+++ RAW DATA +++
@Injectable()
export class UsersService {
  constructor(
    @InjectModel(User) private readonly users: typeof User,
    @InjectModel(Membership) private readonly memberships: typeof Membership,
    @Inject(OrganisationsService) private readonly organisations: OrganisationsService,
    @Inject(AuditTrailService) private readonly audit: AuditTrailService,
    @Inject(SessionService) private readonly sessions: SessionService,
    @Inject(ConfigService) private readonly config: ConfigService,
  ) {}

  private get sequelize(): Sequelize {
    return this.users.sequelize as Sequelize;
  }

  get trustIdpRoles(): boolean {
    return section(this.config, 'auth').trustIdpRoles;
  }

  async list(regionId: number, query: ListUsersQuery): Promise<UserListDto> {
    const where: WhereOptions = { regionId };
    if (query.role) Object.assign(where, { role: query.role });
    if (query.status) Object.assign(where, { status: query.status });
    if (query.search) {
      const like = `%${query.search.replace(/[\\%_]/g, (c) => `\\${c}`)}%`;
      Object.assign(where, {
        [Op.or]: [{ displayName: { [Op.like]: like } }, { email: { [Op.like]: like } }],
      });
    }
    if (query.practiceId) {
      const ids = (
        await this.memberships.findAll({
          where: { practiceId: query.practiceId },
          attributes: ['userId'],
        })
      ).map((m) => m.userId);
      Object.assign(where, { id: ids });
    }
    const rows = await this.users.findAll({
      where,
      include: [Membership],
      order: [
        ['displayName', 'ASC'],
        ['id', 'ASC'],
      ],
    });
    return { users: await this.toDtos(rows), trustIdpRoles: this.trustIdpRoles };
  }

  /** The views of these people, their practices named by the organisations module. */
  private async toDtos(rows: User[], transaction?: Transaction): Promise<UserDto[]> {
    const practices = new Map(
      (
        await this.organisations.practiceRefs(
          rows.flatMap((u) => (u.memberships ?? []).map((m) => m.practiceId)),
          transaction,
        )
      ).map((p) => [p.id, p]),
    );
    return rows.map((user) => toDto(user, practices));
  }

  async options(regionId: number): Promise<UserOptionsDto> {
    const practices = await this.organisations.regionPractices(regionId);
    return {
      practices: practices.map((p) => ({
        id: p.id,
        code: p.code,
        name: p.name,
        localityName: p.localityName,
      })),
      trustIdpRoles: this.trustIdpRoles,
    };
  }

  async get(regionId: number, userId: number, transaction?: Transaction): Promise<UserDto> {
    const [dto] = await this.toDtos([await this.find(regionId, userId, transaction)], transaction);
    return dto!;
  }

  private async find(regionId: number, userId: number, transaction?: Transaction): Promise<User> {
    const user = await this.users.findOne({
      where: { id: userId, regionId },
      include: [Membership],
      transaction,
    });
    if (!user) {
      throw new ProblemException(
        HttpStatus.NOT_FOUND,
        'user-not-found',
        'No such person',
        `There is no person ${userId} in your region.`,
      );
    }
    return user;
  }

  private async regionPractices(
    regionId: number,
    ids: number[],
    transaction: Transaction,
  ): Promise<PracticeRefDto[]> {
    const unique = [...new Set(ids)];
    const found = unique.length
      ? await this.organisations.regionPractices(regionId, { ids: unique, transaction })
      : [];
    const missing = unique.filter((id) => !found.some((p) => p.id === id));
    if (missing.length) {
      throw new ProblemException(
        HttpStatus.UNPROCESSABLE_ENTITY,
        'unknown-practice',
        'Unknown practice',
        `No practice of your region has the id ${missing.join(', ')}.`,
        { errors: [{ field: 'practiceIds', message: `unknown practice ${missing.join(', ')}` }] },
      );
    }
    return found;
  }

  private entry(c: Actor, user: { id: number }, action: string, summary: string, extra = {}) {
    return {
      action,
      summary,
      actor: { id: c.id, label: c.label },
      regionId: c.regionId,
      subjectType: 'user',
      subjectId: user.id,
      requestId: c.requestId,
      ipAddress: c.ipAddress,
      ...extra,
    };
  }

  async create(dto: CreateUserDto, c: Actor): Promise<UserDto> {
    const practiceIds = dto.role === 'practice_lead' ? (dto.practiceIds ?? []) : [];
    if (dto.role !== 'practice_lead' && dto.practiceIds?.length) {
      throw new ProblemException(
        HttpStatus.UNPROCESSABLE_ENTITY,
        'practices-need-practice-lead',
        'Only practice leads have practices',
        `A ${roleLabel(dto.role)} reads every practice of the region; leave practices empty.`,
        { errors: [{ field: 'practiceIds', message: 'only practice leads have practices' }] },
      );
    }
    return this.sequelize.transaction(async (transaction) => {
      const existing = await this.users.findOne({ where: { email: dto.email }, transaction });
      if (existing) {
        throw new ProblemException(
          HttpStatus.CONFLICT,
          'email-taken',
          'Already known to Cairn',
          `${dto.email} already belongs to ${existing.displayName}.`,
          {
            errors: [{ field: 'email', message: 'is already known to Cairn' }],
            userId: existing.id,
          },
        );
      }
      const practices = await this.regionPractices(c.regionId, practiceIds, transaction);
      const user = await this.users.create(
        {
          regionId: c.regionId,
          email: dto.email,
          displayName: dto.displayName,
          role: dto.role,
          status: 'active',
        },
        { transaction },
      );
      for (const practice of practices) {
        await this.memberships.create(
          { userId: user.id, practiceId: practice.id, role: 'practice_lead' },
          { transaction },
        );
      }
      await this.audit.append(
        this.entry(
          c,
          user,
          'user.created',
          `${c.displayName} added ${dto.displayName} (${dto.email}) as ${roleLabel(dto.role)}${
            practices.length ? ` of ${practices.map((p) => p.code).join(', ')}` : ''
          }`,
          { detail: { role: dto.role, practiceCodes: practices.map((p) => p.code) } },
        ),
        transaction,
      );
      return this.get(c.regionId, user.id, transaction);
    });
  }

  private assertNotSelf(c: Actor, userId: number, what: string) {
    if (c.id === userId) {
      throw new ProblemException(
        HttpStatus.CONFLICT,
        'own-account',
        'Not on your own account',
        `You cannot ${what} yourself; ask another regional lead.`,
      );
    }
  }

  async update(userId: number, dto: UpdateUserDto, c: Actor): Promise<UserDto> {
    return this.sequelize.transaction(async (transaction) => {
      const user = await this.find(c.regionId, userId, transaction);
      if (dto.displayName !== undefined && dto.displayName !== user.displayName) {
        const from = user.displayName;
        await user.update({ displayName: dto.displayName }, { transaction });
        await this.audit.append(
          this.entry(
            c,
            user,
            'user.renamed',
            `${c.displayName} renamed ${from} to ${dto.displayName}`,
            {
              detail: { from, to: dto.displayName },
            },
          ),
          transaction,
        );
      }
      if (dto.role !== undefined && dto.role !== user.role) {
        this.assertNotSelf(c, userId, 'change the role of');
        const from = user.role;
        const removed = from === 'practice_lead' ? (user.memberships ?? []) : [];
        const removedRefs = await this.organisations.practiceRefs(
          removed.map((m) => m.practiceId),
          transaction,
        );
        for (const membership of removed) await membership.destroy({ transaction });
        await user.update({ role: dto.role }, { transaction });
        await this.audit.append(
          this.entry(
            c,
            user,
            'user.role_changed',
            `${c.displayName} changed ${user.displayName}'s role from ${roleLabel(from)} to ${roleLabel(dto.role)}${
              removed.length
                ? `; their practices (${removedRefs.map((p) => p.code).join(', ')}) were removed`
                : ''
            }`,
            {
              detail: { from, to: dto.role, removedPracticeIds: removed.map((m) => m.practiceId) },
            },
          ),
          transaction,
        );
      }
      return this.get(c.regionId, userId, transaction);
    });
  }

  async assignPractice(userId: number, practiceId: number, c: Actor): Promise<UserDto> {
    return this.sequelize.transaction(async (transaction) => {
      const user = await this.find(c.regionId, userId, transaction);
      if (user.role !== 'practice_lead') {
        throw new ProblemException(
          HttpStatus.CONFLICT,
          'not-a-practice-lead',
          'Only practice leads have practices',
          `${user.displayName} is ${roleLabel(user.role) === 'auditor' ? 'an' : 'a'} ${roleLabel(user.role)} and already reads every practice. Make them a practice lead first.`,
        );
      }
      const [practice] = await this.regionPractices(c.regionId, [practiceId], transaction);
      if (!(user.memberships ?? []).some((m) => m.practiceId === practiceId)) {
        await this.memberships.create(
          { userId, practiceId, role: 'practice_lead' },
          { transaction },
        );
        await this.audit.append(
          this.entry(
            c,
            user,
            'membership.added',
            `${c.displayName} made ${user.displayName} a lead of ${practice!.name} (${practice!.code})`,
            { practiceId },
          ),
          transaction,
        );
      }
      return this.get(c.regionId, userId, transaction);
    });
  }

  async removePractice(userId: number, practiceId: number, c: Actor): Promise<UserDto> {
    return this.sequelize.transaction(async (transaction) => {
      const user = await this.find(c.regionId, userId, transaction);
      const membership = (user.memberships ?? []).find((m) => m.practiceId === practiceId);
      if (!membership) {
        const [named] = await this.organisations.regionPractices(c.regionId, {
          ids: [practiceId],
          transaction,
        });
        throw new ProblemException(
          HttpStatus.NOT_FOUND,
          'membership-not-found',
          'Not one of their practices',
          named
            ? `${user.displayName} does not lead ${named.code} (${named.name}).`
            : `${user.displayName} does not lead the practice this address names.`,
        );
      }
      const [practice] = await this.organisations.practiceRefs([practiceId], transaction);
      await membership.destroy({ transaction });
      await this.audit.append(
        this.entry(
          c,
          user,
          'membership.removed',
          `${c.displayName} removed ${user.displayName} as a lead of ${practice?.name} (${practice?.code})`,
          { practiceId },
        ),
        transaction,
      );
      return this.get(c.regionId, userId, transaction);
    });
  }

  async setStatus(userId: number, status: 'active' | 'deactivated', c: Actor): Promise<UserDto> {
    return this.sequelize.transaction(async (transaction) => {
      const user = await this.find(c.regionId, userId, transaction);
      if (user.status === status) return this.get(c.regionId, userId, transaction);
      if (status === 'deactivated') {
        this.assertNotSelf(c, userId, 'deactivate');
      }
      await user.update({ status }, { transaction });
      const ended =
        status === 'deactivated' ? await this.sessions.endAllFor(userId, transaction) : 0;
      await this.audit.append(
        this.entry(
          c,
          user,
          status === 'deactivated' ? 'user.deactivated' : 'user.reactivated',
          status === 'deactivated'
            ? `${c.displayName} deactivated ${user.displayName}${ended ? ` and ended ${ended} open session${ended === 1 ? '' : 's'}` : ''}`
            : `${c.displayName} reactivated ${user.displayName}`,
          { detail: { endedSessions: ended } },
        ),
        transaction,
      );
      return this.get(c.regionId, userId, transaction);
    });
  }

  /** The active practice leads of these practices, one entry per practice they lead. */
  async practiceLeadsOf(practiceIds: readonly number[]): Promise<PracticeLeadContact[]> {
    if (practiceIds.length === 0) return [];
    const rows = await this.memberships.findAll({
      where: { practiceId: [...new Set(practiceIds)] },
      include: [{ model: User, where: { status: 'active', role: 'practice_lead' } }],
      order: [
        ['practiceId', 'ASC'],
        ['userId', 'ASC'],
      ],
    });
    return rows.map((m) => ({
      userId: m.userId,
      email: m.user!.email,
      displayName: m.user!.displayName,
      practiceId: m.practiceId,
      mailOptOuts: optOutList(m.user!.mailOptOuts),
    }));
  }

  /** The kinds of e-mail this person chose not to receive. */
  async mailOptOuts(userId: number): Promise<string[]> {
    const user = await this.users.findByPk(userId, { attributes: ['id', 'mailOptOuts'] });
    return optOutList(user?.mailOptOuts);
  }

  /**
   * Records the kinds of e-mail the signed-in person does not want (their own profile), with
   * an audit event when it changes; `describe` names the kinds for the event's summary.
   */
  async setMailOptOuts(
    c: Actor,
    kinds: readonly string[],
    describe: (kinds: readonly string[]) => string,
  ): Promise<string[]> {
    return this.sequelize.transaction(async (transaction) => {
      const user = await this.users.findByPk(c.id ?? -1, {
        transaction,
        lock: transaction.LOCK.UPDATE,
      });
      if (!user) {
        throw new ProblemException(
          HttpStatus.NOT_FOUND,
          'user-not-found',
          'No such person',
          'Only a signed-in person can change their mail preferences.',
        );
      }
      const before = optOutList(user.mailOptOuts);
      const after = joinOptOuts(kinds);
      if (after !== joinOptOuts(before)) {
        await user.update({ mailOptOuts: after }, { transaction });
        await this.audit.append(
          this.entry(
            c,
            user,
            'user.mail_preferences_changed',
            after
              ? `${c.displayName} chose not to receive ${describe(optOutList(after))}`
              : `${c.displayName} chose to receive every e-mail Cairn sends them`,
            { detail: { before, after: optOutList(after) } },
          ),
          transaction,
        );
      }
      return optOutList(after);
    });
  }
}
+++
• _BRIEF_
Select every line of the records holding the string "what".

• _RESULT OF THIS EXERCISE_
  private assertNotSelf(c: Actor, userId: number, what: string) {
        `You cannot ${what} yourself; ask another regional lead.`,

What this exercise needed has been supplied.